Dana Hall

No. 28, 25
- Position: Safety

Personal information
- Born: July 8, 1969 (age 57) Bellflower, California, U.S.
- Listed height: 6 ft 3 in (1.91 m)
- Listed weight: 211 lb (96 kg)

Career information
- High school: Ganesha (Pomona, California)
- College: Washington
- NFL draft: 1992: 1st round, 18th overall pick

Career history
- San Francisco 49ers (1992–1994); Cleveland Browns (1995); Jacksonville Jaguars (1996–1997);

Awards and highlights
- Super Bowl champion (XXIX); PFWA All-Rookie Team (1992); National champion (1991); First-team All-Pac-10 (1991);

Career NFL statistics
- Tackles: 202
- Interceptions: 7
- Fumble recoveries: 3
- Stats at Pro Football Reference

= Dana Hall (American football) =

American football player (born 1969)

Dana Eric Hall (born July 8, 1969) is an American former professional football player who was a safety in the National Football League (NFL).

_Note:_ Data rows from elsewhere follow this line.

// Shapes shared by the video fake, its control client and tests. Public shapes follow the Mux Video API
// types in @mux/mux-node (resources/video/uploads.ts, assets.ts, webhooks.ts), trimmed to what the fake fills in.
import type { DeliveryAttempt as BaseAttempt, DeliveryState } from "../shared/webhooks";

export type PlaybackId = { id: string; policy: "public" };

export type UploadStatus = "waiting" | "asset_created" | "errored" | "cancelled" | "timed_out";

export type NewAssetSettings = {
  playback_policies?: "public"[];
  passthrough?: string;
  meta?: Record<string, string>;
  video_quality?: string;
  test?: boolean;
};

/** One direct upload as kept on disk; `token` and the byte counters never leave the fake. */
export type StoredUpload = {
  id: string;
  status: UploadStatus;
  cors_origin: string;
  timeout: number;
  new_asset_settings: NewAssetSettings;
  test?: boolean;
  asset_id?: string;
  error?: { type: string; message: string };
  token: string;
  created_ms: number;
  /** Declared file size, known from the first Content-Range with a numeric total. */
  total: number | null;
  /** Contiguous bytes on disk from offset 0. */
  received: number;
};

/** The upload as the API returns it. */
export type MuxUpload = Omit<StoredUpload, "token" | "created_ms" | "total" | "received"> & { url: string };

export type AssetStatus = "preparing" | "ready" | "errored";

export type AssetTrack =
  | { id: string; type: "video"; duration: number; max_width: number; max_height: number; max_frame_rate: number }
  | { id: string; type: "audio"; duration: number; max_channels: number };

export type MuxAsset = {
  id: string;
  status: AssetStatus;
  created_at: string;
  playback_ids: PlaybackId[];
  upload_id: string;
  ingest_type: "on_demand_direct_upload";
  encoding_tier: "baseline";
  video_quality: "basic";
  master_access: "none";
  max_resolution_tier: "1080p";
  mp4_support: "none";
  progress: { state: "ingesting" | "transcoding" | "completed" | "errored"; progress: number };
  passthrough?: string;
  meta?: Record<string, string>;
  test?: boolean;
  duration?: number;
  aspect_ratio?: string;
  resolution_tier?: "720p";
  max_stored_resolution?: "SD" | "HD" | "FHD" | "UHD";
  max_stored_frame_rate?: number;
  tracks?: AssetTrack[];
  errors?: { type: string; messages: string[] };
};

export type WebhookType =
  | "video.upload.asset_created"
  | "video.upload.cancelled"
  | "video.asset.created"
  | "video.asset.ready"
  | "video.asset.errored"
  | "video.asset.deleted";

export type DeliveryAttempt = BaseAttempt & { id: string };

/** One webhook event and what happened to it, as `/_fake/webhooks` lists it. */
export type WebhookDelivery = {
  event_id: string;
  type: WebhookType;
  object: { type: "asset" | "upload"; id: string };
  created_at: string;
  data: MuxAsset | MuxUpload;
  state: DeliveryState;
  attempts: DeliveryAttempt[];
};
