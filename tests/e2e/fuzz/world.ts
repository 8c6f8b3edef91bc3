// What the fuzz test aims at: every route handler method and every server action, read from the
// source (tests/support/declarations.ts, schema-fields.ts) and the build's action manifest; and
// the ids it fills in — real rows of the demo shop that a "stranger" persona has no part in, or
// ids in the right format that no row has (checked against every id in the database).
import type mysql from "mysql2/promise";
import { type ActionDeclaration, type DeclarationScan, type HandlerDeclaration, declarationId } from "../../support/declarations";
import { schemaFields } from "../../support/schema-fields";
import { type ActionRef, pagePath } from "../access/client";
import { STAFF } from "../personas";
import type { Rng } from "./values";

export type HandlerTarget = { kind: "handler"; id: string; decl: HandlerDeclaration; fields: string[]; queryFields: string[] };
export type ActionTarget = { kind: "action"; id: string; decl: ActionDeclaration; fields: string[]; actionId: string; page: string; resourceFields: string[] };
export type Target = HandlerTarget | ActionTarget;

/** Where each resolver of lib/server/access.ts reads its id(s) from a form (its `field`, and `shop` beside a story). */
const RESOLVER_FIELDS: Record<string, string[]> = {
  shop: ["shop"],
  job: ["job"],
  shopJob: ["shop", "number"],
  story: ["shop", "story"],
  jobMoney: ["job"],
  request: ["request"],
  invoice: ["invoice"],
  deposit: ["deposit"],
  photo: ["photo"],
  clip: ["clip"],
  customer: ["shop", "customer"],
  machine: ["shop", "machine"],
};

/** The kind of id a path param or form field holds, by its name. */
export type IdKind = "publicId" | "media" | "row" | "shop" | "storySlug" | "number" | "token" | "size" | "file";
export function idKind(name: string, where: "path" | "form"): IdKind | null {
  if (["job", "request", "invoice", "deposit"].includes(name)) return "publicId";
  if (name === "photo" || name === "clip") return "media";
  if (name === "shop") return "shop";
  if (name === "story") return where === "path" ? "storySlug" : "row";
  if (name === "number") return "number";
  if (["entry", "finding", "step", "part", "line", "payment", "spec", "id", "subscriber", "customerId", "machineId", "technicianId", "customer", "machine", "duplicate"].includes(name)) return "row";
  if (name === "token") return "token";
  if (name === "size") return "size";
  if (name === "file") return "file";
  return null;
}

export type World = {
  /** Real values of the demo shop, none of which the stranger persona has any part in. */
  real: Record<string, string[]>;
  /** Every public id and slug in the database: a made-up one is checked against these. */
  taken: Set<string>;
};

/** The persona with no role anywhere near the demo shop's rows (staff of the other shop). */
export const STRANGER = "otherShopOwner" as const;
export const DEMO_SHOP = "copper-gulch";

async function column(db: mysql.Connection, query: string, params: unknown[] = []): Promise<string[]> {
  const [rows] = await db.query<mysql.RowDataPacket[]>(query, params);
  return rows.map((r) => String(Object.values(r)[0]));
}

export async function loadWorld(db: mysql.Connection): Promise<World> {
  const [[shop]] = await db.query<mysql.RowDataPacket[]>("SELECT id FROM shops WHERE slug = ?", [DEMO_SHOP]);
  const [[stranger]] = await db.query<mysql.RowDataPacket[]>("SELECT id FROM users WHERE email = ?", [STAFF[STRANGER].email]);
  if (!shop || !stranger) throw new Error("fuzz: the demo shop or the stranger persona is missing from the seed");
  // Jobs of the demo shop the stranger is neither the owner of nor following, nor on the staff of.
  const [[member]] = await db.query<mysql.RowDataPacket[]>("SELECT COUNT(*) AS n FROM memberships WHERE shop_id = ? AND user_id = ?", [shop.id, stranger.id]);
  if (Number(member!.n) > 0) throw new Error("fuzz: the stranger persona is on the demo shop's staff");
  const jobs = `SELECT j.id FROM jobs j JOIN customers c ON c.id = j.customer_id WHERE j.shop_id = ${Number(shop.id)} AND (c.user_id IS NULL OR c.user_id <> ${Number(stranger.id)})
    AND j.id NOT IN (SELECT job_id FROM job_subscribers WHERE user_id = ${Number(stranger.id)} OR email = ${JSON.stringify(STAFF[STRANGER].email)})`;
  const of = (table: string, col: string) => column(db, `SELECT ${col} FROM ${table} WHERE job_id IN (${jobs}) ORDER BY id LIMIT 40`);
  const real: Record<string, string[]> = {
    job: await column(db, `SELECT public_id FROM jobs WHERE id IN (${jobs}) ORDER BY id LIMIT 40`),
    number: await column(db, `SELECT number FROM jobs WHERE id IN (${jobs}) ORDER BY id LIMIT 40`),
    request: await of("approval_requests", "public_id"),
    invoice: await of("invoices", "public_id"),
    deposit: await of("deposit_requests", "public_id"),
    photo: await of("photos", "public_id"),
    clip: await of("clips", "public_id"),
    entry: await of("journal_entries", "id"),
    finding: await of("findings", "id"),
    story: await of("stories", "id"),
    storySlug: await of("stories", "slug"),
    shop: [DEMO_SHOP],
    // The demo shop's customers (their page bundles the customer actions); a stranger is refused by the shop.
    customer: await column(db, `SELECT id FROM customers WHERE shop_id = ${Number(shop.id)} ORDER BY id LIMIT 40`),
  };
  const taken = new Set<string>();
  for (const [table, col] of [["jobs", "public_id"], ["approval_requests", "public_id"], ["invoices", "public_id"], ["deposit_requests", "public_id"], ["photos", "public_id"], ["clips", "public_id"], ["shops", "slug"], ["stories", "slug"]]) {
    for (const v of await column(db, `SELECT ${col} FROM ${table}`)) taken.add(v);
  }
  return { real, taken };
}

const LOWER = "abcdefghijklmnopqrstuvwxyz0123456789";

/** An id in the right format that no row has. */
export function madeUpId(rng: Rng, kind: IdKind, world: World): string {
  for (;;) {
    const v = {
      publicId: () => rng.string(16),
      media: () => rng.string(22),
      row: () => rng.pick([String(900_000_000 + rng.int(99_999_999)), "999999999999999", "2147483647", "4294967296"]),
      shop: () => `fuzz-nowhere-${rng.string(8, LOWER)}`,
      storySlug: () => `no-such-story-${rng.string(8, LOWER)}`,
      number: () => String(90_000_000 + rng.int(9_999_999)),
      token: () => rng.string(rng.pick([10, 43, 64, 120])),
      size: () => rng.pick(["thumb", "display"]),
      file: () => rng.pick(["video.mp4", "poster.jpg"]),
    }[kind]();
    if (!world.taken.has(v)) return v;
  }
}

/** A real value for a param or field of the demo shop, or null when there is none of that kind. */
export function realValue(rng: Rng, name: string, where: "path" | "form", world: World): string | null {
  const key = name === "story" && where === "path" ? "storySlug" : name;
  const values = world.real[key];
  if (values?.length) return rng.pick(values);
  const kind = idKind(name, where);
  return kind === "size" || kind === "file" || kind === "token" ? madeUpId(rng, kind, world) : null;
}

/** Every declaration as something to aim at; throws on what the test can't aim at (a new resolver, an action no page bundles). */
export function targetsOf(scan: DeclarationScan, manifest: Map<string, ActionRef>, world: World): Target[] {
  const targets: Target[] = [];
  for (const decl of scan.handlers) {
    targets.push({ kind: "handler", id: declarationId(decl), decl, fields: decl.body === "json" ? (schemaFields(decl) ?? []) : [], queryFields: decl.query ? (schemaFields(decl, "query") ?? []) : [] });
  }
  const pageValues: Record<string, string> = { shop: DEMO_SHOP, number: world.real.number![0]!, job: world.real.job![0]!, request: world.real.request?.[0] ?? "x", story: world.real.story?.[0] ?? "1", customer: world.real.customer?.[0] ?? "1", token: "fuzz" };
  for (const decl of scan.actions) {
    const ref = manifest.get(`${decl.file}#${decl.name}`);
    if (!ref) throw new Error(`fuzz: ${declarationId(decl)} is not in the build's server-reference manifest`);
    const page = ref.workers.map((w) => pagePath(w, pageValues)).find((p) => p !== null);
    if (!page) throw new Error(`fuzz: no page of ${declarationId(decl)} has an address the test can fill (${ref.workers.join(", ")})`);
    if (decl.resource && !RESOLVER_FIELDS[decl.resource]) throw new Error(`fuzz: unknown resolver "${decl.resource}": say in tests/e2e/fuzz/world.ts which fields it reads`);
    const fields = schemaFields(decl);
    if (!fields) throw new Error(`fuzz: can't read the input schema of ${declarationId(decl)}`);
    targets.push({ kind: "action", id: declarationId(decl), decl, fields, actionId: ref.id, page, resourceFields: decl.resource ? RESOLVER_FIELDS[decl.resource]! : [] });
  }
  return targets;
}
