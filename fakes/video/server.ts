// Local stand-in for Mux Video: the real @mux/mux-node SDK talks to it via `baseURL` / MUX_BASE_URL, and
// @mux/upchunk uploads to the URL it hands out. Run: npx tsx fakes/video/server.ts
// (env VIDEO_FAKE_PORT, VIDEO_FAKE_DIR, MUX_TOKEN_ID, MUX_TOKEN_SECRET, MUX_WEBHOOK_SECRET, VIDEO_WEBHOOK_URL)
import http from "node:http";
import path from "node:path";
import { portFromEnv, runIfMain } from "../shared/run";
import { handleApi, type JsonResponse } from "./api";
import { FailureSwitch, type ApiFailure, type ChunkFailure, type FakeContext } from "./context";
import { handleControl } from "./control";
import { MuxApiError } from "./errors";
import { serveMedia } from "./media";
import { Processor } from "./processor";
import { VideoStore } from "./store";
import { handleUpload } from "./upload";
import { WebhookSender } from "./webhooks";

export type VideoFakeOptions = {
  port?: number;
  host?: string;
  dir: string;
  /** Both or neither; without them any non-empty Basic credentials are accepted. */
  tokenId?: string;
  tokenSecret?: string;
  /** The app's webhook endpoint; needs `webhookSecret`. Without it events are only recorded. */
  webhookUrl?: string;
  webhookSecret?: string;
  /** Delay before the first retry (doubles after each); default 1000 ms. */
  webhookRetryBaseMs?: number;
  /** Default 8 (about 2 minutes of retries at the default base). */
  webhookMaxAttempts?: number;
  webhookTimeoutMs?: number;
  /** Largest file an upload may declare; default 8 GiB. */
  maxUploadBytes?: number;
  ffmpegPath?: string;
  ffprobePath?: string;
  /** Per ffmpeg/ffprobe run; default 60 minutes. */
  processTimeoutMs?: number;
};

export type VideoFake = { url: string; port: number; close(): Promise<void> };

const API_BODY_LIMIT = 1024 * 1024;
const BASE_HEADERS = { "cache-control": "no-store", "x-content-type-options": "nosniff" };
const LOOPBACK_HOST_HEADER = /^(127\.0\.0\.1|localhost|\[::1\])(:\d+)?$/i;

function sendJson(res: http.ServerResponse, response: JsonResponse): void {
  if (response.status === 204) {
    res.writeHead(204, { ...BASE_HEADERS, ...response.headers });
    res.end();
    return;
  }
  const text = JSON.stringify(response.body);
  res.writeHead(response.status, { ...BASE_HEADERS, ...response.headers, "content-type": "application/json; charset=utf-8", "content-length": Buffer.byteLength(text) });
  res.end(text);
}

const problem = (status: number, type: MuxApiError["type"], message: string): JsonResponse => ({ status, body: new MuxApiError(status, type, message).toBody() });

/** Resolves null past the limit; the rest is left for Node to discard after our 413. */
function readSmallBody(req: http.IncomingMessage, limit: number): Promise<Buffer | null> {
  return new Promise((resolve, reject) => {
    const chunks: Buffer[] = [];
    let size = 0;
    const onData = (chunk: Buffer) => {
      size += chunk.length;
      if (size > limit) {
        req.off("data", onData);
        req.resume();
        resolve(null);
      } else chunks.push(chunk);
    };
    req.on("data", onData);
    req.on("end", () => resolve(Buffer.concat(chunks)));
    req.on("error", reject);
  });
}

async function handle(req: http.IncomingMessage, res: http.ServerResponse, ctx: FakeContext): Promise<void> {
  const peer = req.socket.remoteAddress ?? "";
  if (!(peer === "::1" || /^(::ffff:)?127\./.test(peer))) return sendJson(res, problem(403, "forbidden", "The video fake only answers loopback clients."));
  // A page whose name was re-pointed at 127.0.0.1 (DNS rebinding) arrives with its own host name.
  if (!LOOPBACK_HOST_HEADER.test(req.headers.host ?? "")) {
    return sendJson(res, problem(403, "forbidden", "The video fake only answers requests addressed to 127.0.0.1 or localhost."));
  }
  const method = req.method ?? "GET";
  const url = new URL(req.url ?? "/", "http://127.0.0.1");
  const { pathname } = url;

  const upload = /^\/upload\/([A-Za-z0-9]+)$/.exec(pathname);
  if (upload?.[1] !== undefined) return handleUpload(req, res, ctx, upload[1], url.searchParams.get("token"));
  const media = /^\/media\/([A-Za-z0-9]+)\/([a-z0-9.]+)$/.exec(pathname);
  if (media?.[1] !== undefined && media[2] !== undefined) return serveMedia(req, res, ctx, media[1], media[2]);

  const isControl = pathname === "/_fake" || pathname.startsWith("/_fake/");
  if (!isControl && !pathname.startsWith("/video/")) {
    return sendJson(res, problem(404, "not_found", `The video fake serves /video/v1/…, /upload/…, /media/… and /_fake/…, not ${pathname}.`));
  }
  const body = await readSmallBody(req, API_BODY_LIMIT);
  if (body === null) {
    res.setHeader("connection", "close");
    return sendJson(res, problem(413, "invalid_parameters", "The request body is larger than 1 MB."));
  }
  if (isControl) return sendJson(res, await handleControl(method, pathname, url.searchParams, body, ctx));
  sendJson(res, await handleApi({ method, pathname, query: url.searchParams, headers: req.headers, body }, ctx));
}

function checkOptions(opts: VideoFakeOptions): void {
  const host = opts.host ?? "127.0.0.1";
  // The control routes have no auth, so the fake must never be reachable from the network.
  if (!(host === "localhost" || host === "::1" || /^127(\.\d{1,3}){3}$/.test(host))) {
    throw new Error(`video fake: refusing to bind to ${host}; use a loopback address such as 127.0.0.1`);
  }
  if (Boolean(opts.tokenId) !== Boolean(opts.tokenSecret)) throw new Error("video fake: set both MUX_TOKEN_ID and MUX_TOKEN_SECRET, or neither");
  if (opts.webhookUrl) {
    if (!/^https?:\/\//.test(opts.webhookUrl) || !URL.canParse(opts.webhookUrl)) throw new Error(`video fake: the webhook URL "${opts.webhookUrl}" is not an http(s) URL`);
    if (!opts.webhookSecret) throw new Error("video fake: a webhook URL needs MUX_WEBHOOK_SECRET to sign the events");
  }
}

export async function createVideoFake(opts: VideoFakeOptions): Promise<VideoFake> {
  checkOptions(opts);
  const store = await VideoStore.open(path.resolve(opts.dir));
  const webhooks = new WebhookSender(store, {
    url: opts.webhookUrl || undefined,
    secret: opts.webhookSecret || undefined,
    retryBaseMs: opts.webhookRetryBaseMs ?? 1000,
    maxAttempts: opts.webhookMaxAttempts ?? 8,
    timeoutMs: opts.webhookTimeoutMs ?? 10_000,
  });
  const tools = { ffmpeg: opts.ffmpegPath ?? "ffmpeg", ffprobe: opts.ffprobePath ?? "ffprobe", timeoutMs: opts.processTimeoutMs ?? 60 * 60 * 1000 };
  const processor = new Processor({ store, webhooks, tools });
  const ctx: FakeContext = {
    store,
    webhooks,
    processor,
    publicUrl: "",
    credentials: opts.tokenId && opts.tokenSecret ? { tokenId: opts.tokenId, tokenSecret: opts.tokenSecret } : null,
    maxUploadBytes: opts.maxUploadBytes ?? 8 * 1024 ** 3,
    apiFailures: new FailureSwitch<ApiFailure>({ status: 500, message: null }),
    chunkFailures: new FailureSwitch<ChunkFailure>({ status: 503 }),
  };
  const server = http.createServer((req, res) => {
    handle(req, res, ctx).catch((error: unknown) => {
      console.error("video fake: request failed", error);
      if (!res.headersSent) sendJson(res, problem(500, "internal_error", "The video fake hit an unexpected error."));
      else res.destroy();
    });
  });
  // A large chunk on a slow link can take longer than Node's 5-minute default.
  server.requestTimeout = 30 * 60 * 1000;
  await new Promise<void>((resolve, reject) => {
    server.once("error", reject);
    server.listen(opts.port ?? 4020, opts.host ?? "127.0.0.1", () => {
      server.off("error", reject);
      resolve();
    });
  });
  const address = server.address();
  if (address === null || typeof address === "string") throw new Error("video fake: server has no TCP address");
  const urlHost = address.address.includes(":") ? `[${address.address}]` : address.address;
  ctx.publicUrl = `http://${urlHost}:${address.port}`;

  // Work left over from the last run: assets still preparing, webhooks still owed.
  for (const asset of store.assets.values()) if (asset.status === "preparing") processor.enqueue(asset.id);
  webhooks.resumePending();

  let closing: Promise<void> | null = null;
  return {
    url: ctx.publicUrl,
    port: address.port,
    close() {
      closing ??= new Promise<void>((resolve, reject) => {
        processor.close();
        webhooks.close();
        server.close((error) => (error ? reject(error) : resolve()));
        // Keep-alive sockets from fetch would otherwise hold close() open for seconds.
        server.closeAllConnections();
      }).then(() => store.save());
      return closing;
    },
  };
}

runIfMain(import.meta.url, "video fake", async () => {
  const env = process.env;
  const fake = await createVideoFake({
    port: portFromEnv("VIDEO_FAKE_PORT", 4020),
    dir: env.VIDEO_FAKE_DIR || path.join(".data", "dev", "video"),
    tokenId: env.MUX_TOKEN_ID || undefined,
    tokenSecret: env.MUX_TOKEN_SECRET || undefined,
    webhookUrl: env.VIDEO_WEBHOOK_URL || undefined,
    webhookSecret: env.MUX_WEBHOOK_SECRET || undefined,
  });
  console.log(`video fake listening on ${fake.url}${env.VIDEO_WEBHOOK_URL ? `, webhooks to ${env.VIDEO_WEBHOOK_URL}` : " (no VIDEO_WEBHOOK_URL: webhooks are only recorded)"}`);
  return fake;
});
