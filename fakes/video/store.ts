// The fake's state: uploads, assets and webhook deliveries in one JSON file (rewritten atomically), upload
// bytes in uploads/, renditions and posters in media/<asset id>/. Reloaded at start so `npm start` survives restarts.
import { randomBytes } from "node:crypto";
import { mkdir, readFile, rename, rm, stat, writeFile } from "node:fs/promises";
import path from "node:path";
import type { MuxAsset, StoredUpload, WebhookDelivery } from "./types";

const STATE_FILE = "state.json";
/** Keeps the delivery log (a test aid) from growing without bound in a long dev session. */
const MAX_DELIVERIES = 1000;
const ALPHANUMERIC = "ABCDEFGHIJKLMNOPQRSTUVWXYZabcdefghijklmnopqrstuvwxyz0123456789";

type StateFile = { version: 1; uploads: StoredUpload[]; assets: MuxAsset[]; deliveries: WebhookDelivery[] };

/** Alphanumeric like the hosted service's ids, so ids survive being put in URLs unescaped. */
export function newId(length = 32): string {
  let out = "";
  while (out.length < length) {
    for (const byte of randomBytes(length)) {
      // 248 = 4 × 62: rejecting the rest keeps every character equally likely.
      if (byte < 248 && out.length < length) out += ALPHANUMERIC[byte % 62];
    }
  }
  return out;
}

const isObject = (value: unknown): value is Record<string, unknown> => typeof value === "object" && value !== null && !Array.isArray(value);

export class VideoStore {
  readonly dir: string;
  readonly uploads = new Map<string, StoredUpload>();
  readonly assets = new Map<string, MuxAsset>();
  deliveries: WebhookDelivery[] = [];
  private chain: Promise<void> = Promise.resolve();
  private queued: Promise<void> | null = null;

  private constructor(dir: string) {
    this.dir = dir;
  }

  static async open(dir: string): Promise<VideoStore> {
    const store = new VideoStore(dir);
    await store.makeFolders();
    await store.load();
    return store;
  }

  private async makeFolders(): Promise<void> {
    await mkdir(path.join(this.dir, "uploads"), { recursive: true });
    await mkdir(path.join(this.dir, "media"), { recursive: true });
  }

  private async load(): Promise<void> {
    const file = path.join(this.dir, STATE_FILE);
    let parsed: unknown;
    try {
      parsed = JSON.parse(await readFile(file, "utf8"));
    } catch (error) {
      if ((error as NodeJS.ErrnoException).code === "ENOENT") return;
      // Keep the bad file for a human to look at, and start empty rather than refuse to run.
      const aside = `${file}.unreadable-${Date.now()}`;
      await rename(file, aside).catch(() => undefined);
      console.warn(`video fake: ${STATE_FILE} was unreadable; moved it to ${aside} and started empty`);
      return;
    }
    if (!isObject(parsed) || parsed.version !== 1) {
      console.warn(`video fake: ${STATE_FILE} is not a video fake state file; starting empty`);
      return;
    }
    const list = (value: unknown) => (Array.isArray(value) ? value.filter(isObject) : []);
    for (const upload of list(parsed.uploads) as StoredUpload[]) {
      if (typeof upload.id !== "string") continue;
      if (upload.status === "waiting") {
        // Bytes that reached the disk before a crash count: chunks never leave gaps, so the file size is the offset.
        upload.received = await stat(this.sourcePath(upload.id)).then((s) => s.size, () => 0);
      }
      this.uploads.set(upload.id, upload);
    }
    for (const asset of list(parsed.assets) as MuxAsset[]) {
      if (typeof asset.id === "string" && Array.isArray(asset.playback_ids)) this.assets.set(asset.id, asset);
    }
    this.deliveries = (list(parsed.deliveries) as WebhookDelivery[]).filter((d) => typeof d.event_id === "string" && Array.isArray(d.attempts));
  }

  sourcePath(uploadId: string): string {
    return path.join(this.dir, "uploads", `${uploadId}.upload`);
  }

  mediaDir(assetId: string): string {
    return path.join(this.dir, "media", assetId);
  }

  assetByPlaybackId(playbackId: string): MuxAsset | undefined {
    for (const asset of this.assets.values()) {
      if (asset.playback_ids.some((p) => p.id === playbackId)) return asset;
    }
    return undefined;
  }

  addDelivery(delivery: WebhookDelivery): void {
    this.deliveries.push(delivery);
    let excess = this.deliveries.length - MAX_DELIVERIES;
    if (excess > 0) {
      // Settled deliveries go first; pending ones still have retries scheduled.
      this.deliveries = this.deliveries.filter((d) => excess <= 0 || d.state === "pending" || excess-- <= 0);
    }
  }

  /** Coalesces bursts: a save requested while another is queued shares that write. */
  save(): Promise<void> {
    if (this.queued) return this.queued;
    const next = this.chain.then(() => {
      this.queued = null;
      return this.writeNow();
    });
    this.queued = next;
    this.chain = next.catch(() => undefined);
    return next;
  }

  private async writeNow(): Promise<void> {
    const state: StateFile = {
      version: 1,
      uploads: [...this.uploads.values()],
      assets: [...this.assets.values()],
      deliveries: this.deliveries,
    };
    const file = path.join(this.dir, STATE_FILE);
    // Write-then-rename so a crash never leaves a truncated state file.
    await writeFile(`${file}.tmp`, `${JSON.stringify(state, null, 1)}\n`, "utf8");
    await rename(`${file}.tmp`, file);
  }

  /** Forgets everything and removes the fake's files (only the folders it made). */
  async wipe(): Promise<void> {
    this.uploads.clear();
    this.assets.clear();
    this.deliveries = [];
    await rm(path.join(this.dir, "uploads"), { recursive: true, force: true });
    await rm(path.join(this.dir, "media"), { recursive: true, force: true });
    await this.makeFolders();
    await this.save();
  }
}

He was selected by the San Francisco 49ers in the first round (18th overall) of the 1992 NFL draft.

Hall attended Ganesha High School in Pomona, California. He played college football for the University of Washington. Hall was also an All-American hurdler for the Washington Huskies track and field team, finishing 4th in the 55 meters hurdles at the 1991 NCAA Division I Indoor Track and Field Championships.

Standing at 6'2" and 206-lb., Hall played in six NFL seasons from 1992 to 1994 with the 49ers, 1995 with the Cleveland Browns, and 1996 to 1997 with the Jacksonville Jaguars.

As of the fall of 2010, Hall was a defensive backs coach at San Bernardino Valley College; during his tenure there, the team won their first conference title in 13 years.